Au cours d’une visite que fait Monseigneur Lefebvre à Monseigneur Graber dans son évê­ché de Ratistonne en 1974, celui-​ci lui déclare :

« Monseigneur, nous devons faire un sémi­naire ensemble. » Et notre fon­da­teur, dis­cu­tant de sa visite avec ses proches : « Comment fon­der un sémi­naire ensemble ? Avec quels pro­fes­seurs ? Avec quelle litur­gie ? Avec quelle dis­ci­pline ? puisque Monseigneur Graber dit que chez lui aus­si les sémi­na­ristes portent les che­veux longs et jouent de la gui­tare. » »Le 16 juillet 1975 ouvre à Weissbad dans le Canton d’Appenzell (Rhodes inté­rieures), près de Saint Gall, l’Institut Saint-​Charles-​Borromée. Une grande mai­son de cure a été louée pour com­men­cer la for­ma­tion des can­di­dats au sacer­doce de langue allemande.
Le 4 octobre de la même année arrivent les cinq pre­miers sémi­na­ristes, plus quelques pré-​séminaristes et quelques Frères pos­tu­lants ; un jeune prêtre fran­çais, M. l’abbé Blin, est nom­mé direc­teur, à qui est adjoint comme col­la­bo­ra­teur M. l’abbé Schmidberger : ordon­né prêtre le 8 décembre de cette même année, il pren­dra la suc­ces­sion de l’abbé Blin en 1976 quand ce der­nier sera nom­mé pro­fes­seur à Écône. Or le nombre d’entrées aug­mente ain­si que les fidèles qui veulent assis­ter aux offices ; il faut d’urgence res­tau­rer la mai­son, construire une cha­pelle sus­cep­tible d’accueillir les fidèles — dont le nombre croît de 0 en 1975 à 200 en 1978. Malheureusement, les négo­cia­tions pour l’achat échouent.
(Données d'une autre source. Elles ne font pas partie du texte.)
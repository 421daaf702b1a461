"""The simulation against distributions and packages that share no code with it."""
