def test_plain_rss_is_too_high_where_a_source_cancels() -> None:
    """Both hops see the pattern error of A, 40 nm; between B and C it cancels: 100 against 84.9 nm."""
    masks = [mask("A"), mask("B", "A"), mask("C", "A")]
    tool = {"alignment": 60, "terms": {"lens": {"random": 40, "enters": "pattern", "common": 1}}}
    result = margins_of(
        bare_flow(
            [masks[0] | {"tool": "other"}, *masks[1:]],
            [overlay_pair("B", "C", limit=200)],
            tools={"tool": tool, "other": {"wafer_alignment": 1}},
        )
    )
    assert compared(result, "B-C") == (
        "Plain RSS is 17.13 nm (20 %) too high: it counts lens on each hop, but these parts cancel."
    )


def test_plain_rss_is_too_low_where_a_source_adds_up() -> None:
    """The same 10 nm at each of two hops is 20 nm, not 14.1 nm."""
    masks = [mask("A"), mask("B", "A"), mask("C", "B")]
    for later in masks[1:]:
        later["terms"] = {"baseline": {"random": 10, "source": "camera"}}
    result = margins_of(bare_flow(masks, [overlay_pair("A", "C", limit=200)]))
    assert compared(result, "A-C") == (
        "Plain RSS is 5.86 nm (29 %) too low: it takes camera as new on each hop, but these parts add up."
    )


def test_plain_rss_without_an_exact_rest_needs_no_share() -> None:
    """B and C move together, so nothing is left between them, where plain RSS sees 14 nm."""
    masks = [mask("A"), mask("B", "A"), mask("C", "A")]
    for later in masks[1:]:
        later["terms"] = {"heat": {"random": 10, "source": "oven"}}
    result = margins_of(bare_flow(masks, [overlay_pair("B", "C", limit=20)]))
    assert compared(result, "B-C").startswith("Plain RSS is 14.1 nm too high: it counts oven on each hop")


def test_plain_rss_does_not_apply_to_averages() -> None:
    masks = [mask("A"), mask("B", "A"), mask("C", ["A", "B"])]
    result = margins_of(
        bare_flow(
            masks,
            [overlay_pair("A", "C", limit=9)],
            tools=READINGS | {"tool": {"alignment": 30, "wafer_alignment": 1}},
        )
    )
    assert compared(result, "A-C") == "References are averaged, so plain RSS along one chain does not apply."
    assert chain_text(entry(result, "A-C").chain).endswith("(one of several ways)")


def test_self_aligned_step_is_named_as_the_reason_for_nothing() -> None:
    result = margins_of(
        bare_flow([mask("A")], [overlay_pair("A", "S", limit=9)], self_aligned=[{"id": "S", "follows": "A"}])
    )
    assert compared(result, "A-S") == "Exact and plain RSS are both 0: one follows the other by itself."
    view = report_view(result)
    assert view.features[0].settled == ("A-S in x", "A-S in y")
    assert view.answer.worst is not None
    assert view.answer.worst.hops[0].how == "follows"


# --- margin table


@pytest.mark.parametrize(
    ("need", "room", "share"),
    [(5, 10, 0.5), (5, 0, math.inf), (0, 0, 0.0), (0, -1, math.inf), (1, -1, math.inf)],
)
def test_share_of_the_room(need: float, room: float, share: float) -> None:
    assert used_share(need, room) == share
Au prin­temps 1977, Écône reçoit une lettre ano­nyme signée « ami­cus », qui signale une pro­prié­té à vendre près de Ratisbonne, par­fai­te­ment adap­tée à l’établissement d’un sémi­naire, que l’on nous décrit comme appar­te­nant aux pères de Marianhill et pra­ti­que­ment lais­sée à l’abandon. Mais Ratisbonne, c’est presque la fron­tière Tchèque ! Il faut que nous res­tions dans la zone cen­trale des trois pays de langue alle­mande ! Cependant, en sep­tembre, un ami de notre œuvre nous pré­sente des pho­tos et des plans de cette même pro­prié­té, le prix n’en serait pas exor­bi­tant. C’est ain­si que nous nous déci­dons à l’achat ; la mai­son pour­ra au moins ser­vir de refuge ou de pré-​séminaire au cas où l’achat de la mai­son de Weissbad s’avèrerait défi­ni­ti­ve­ment impossible.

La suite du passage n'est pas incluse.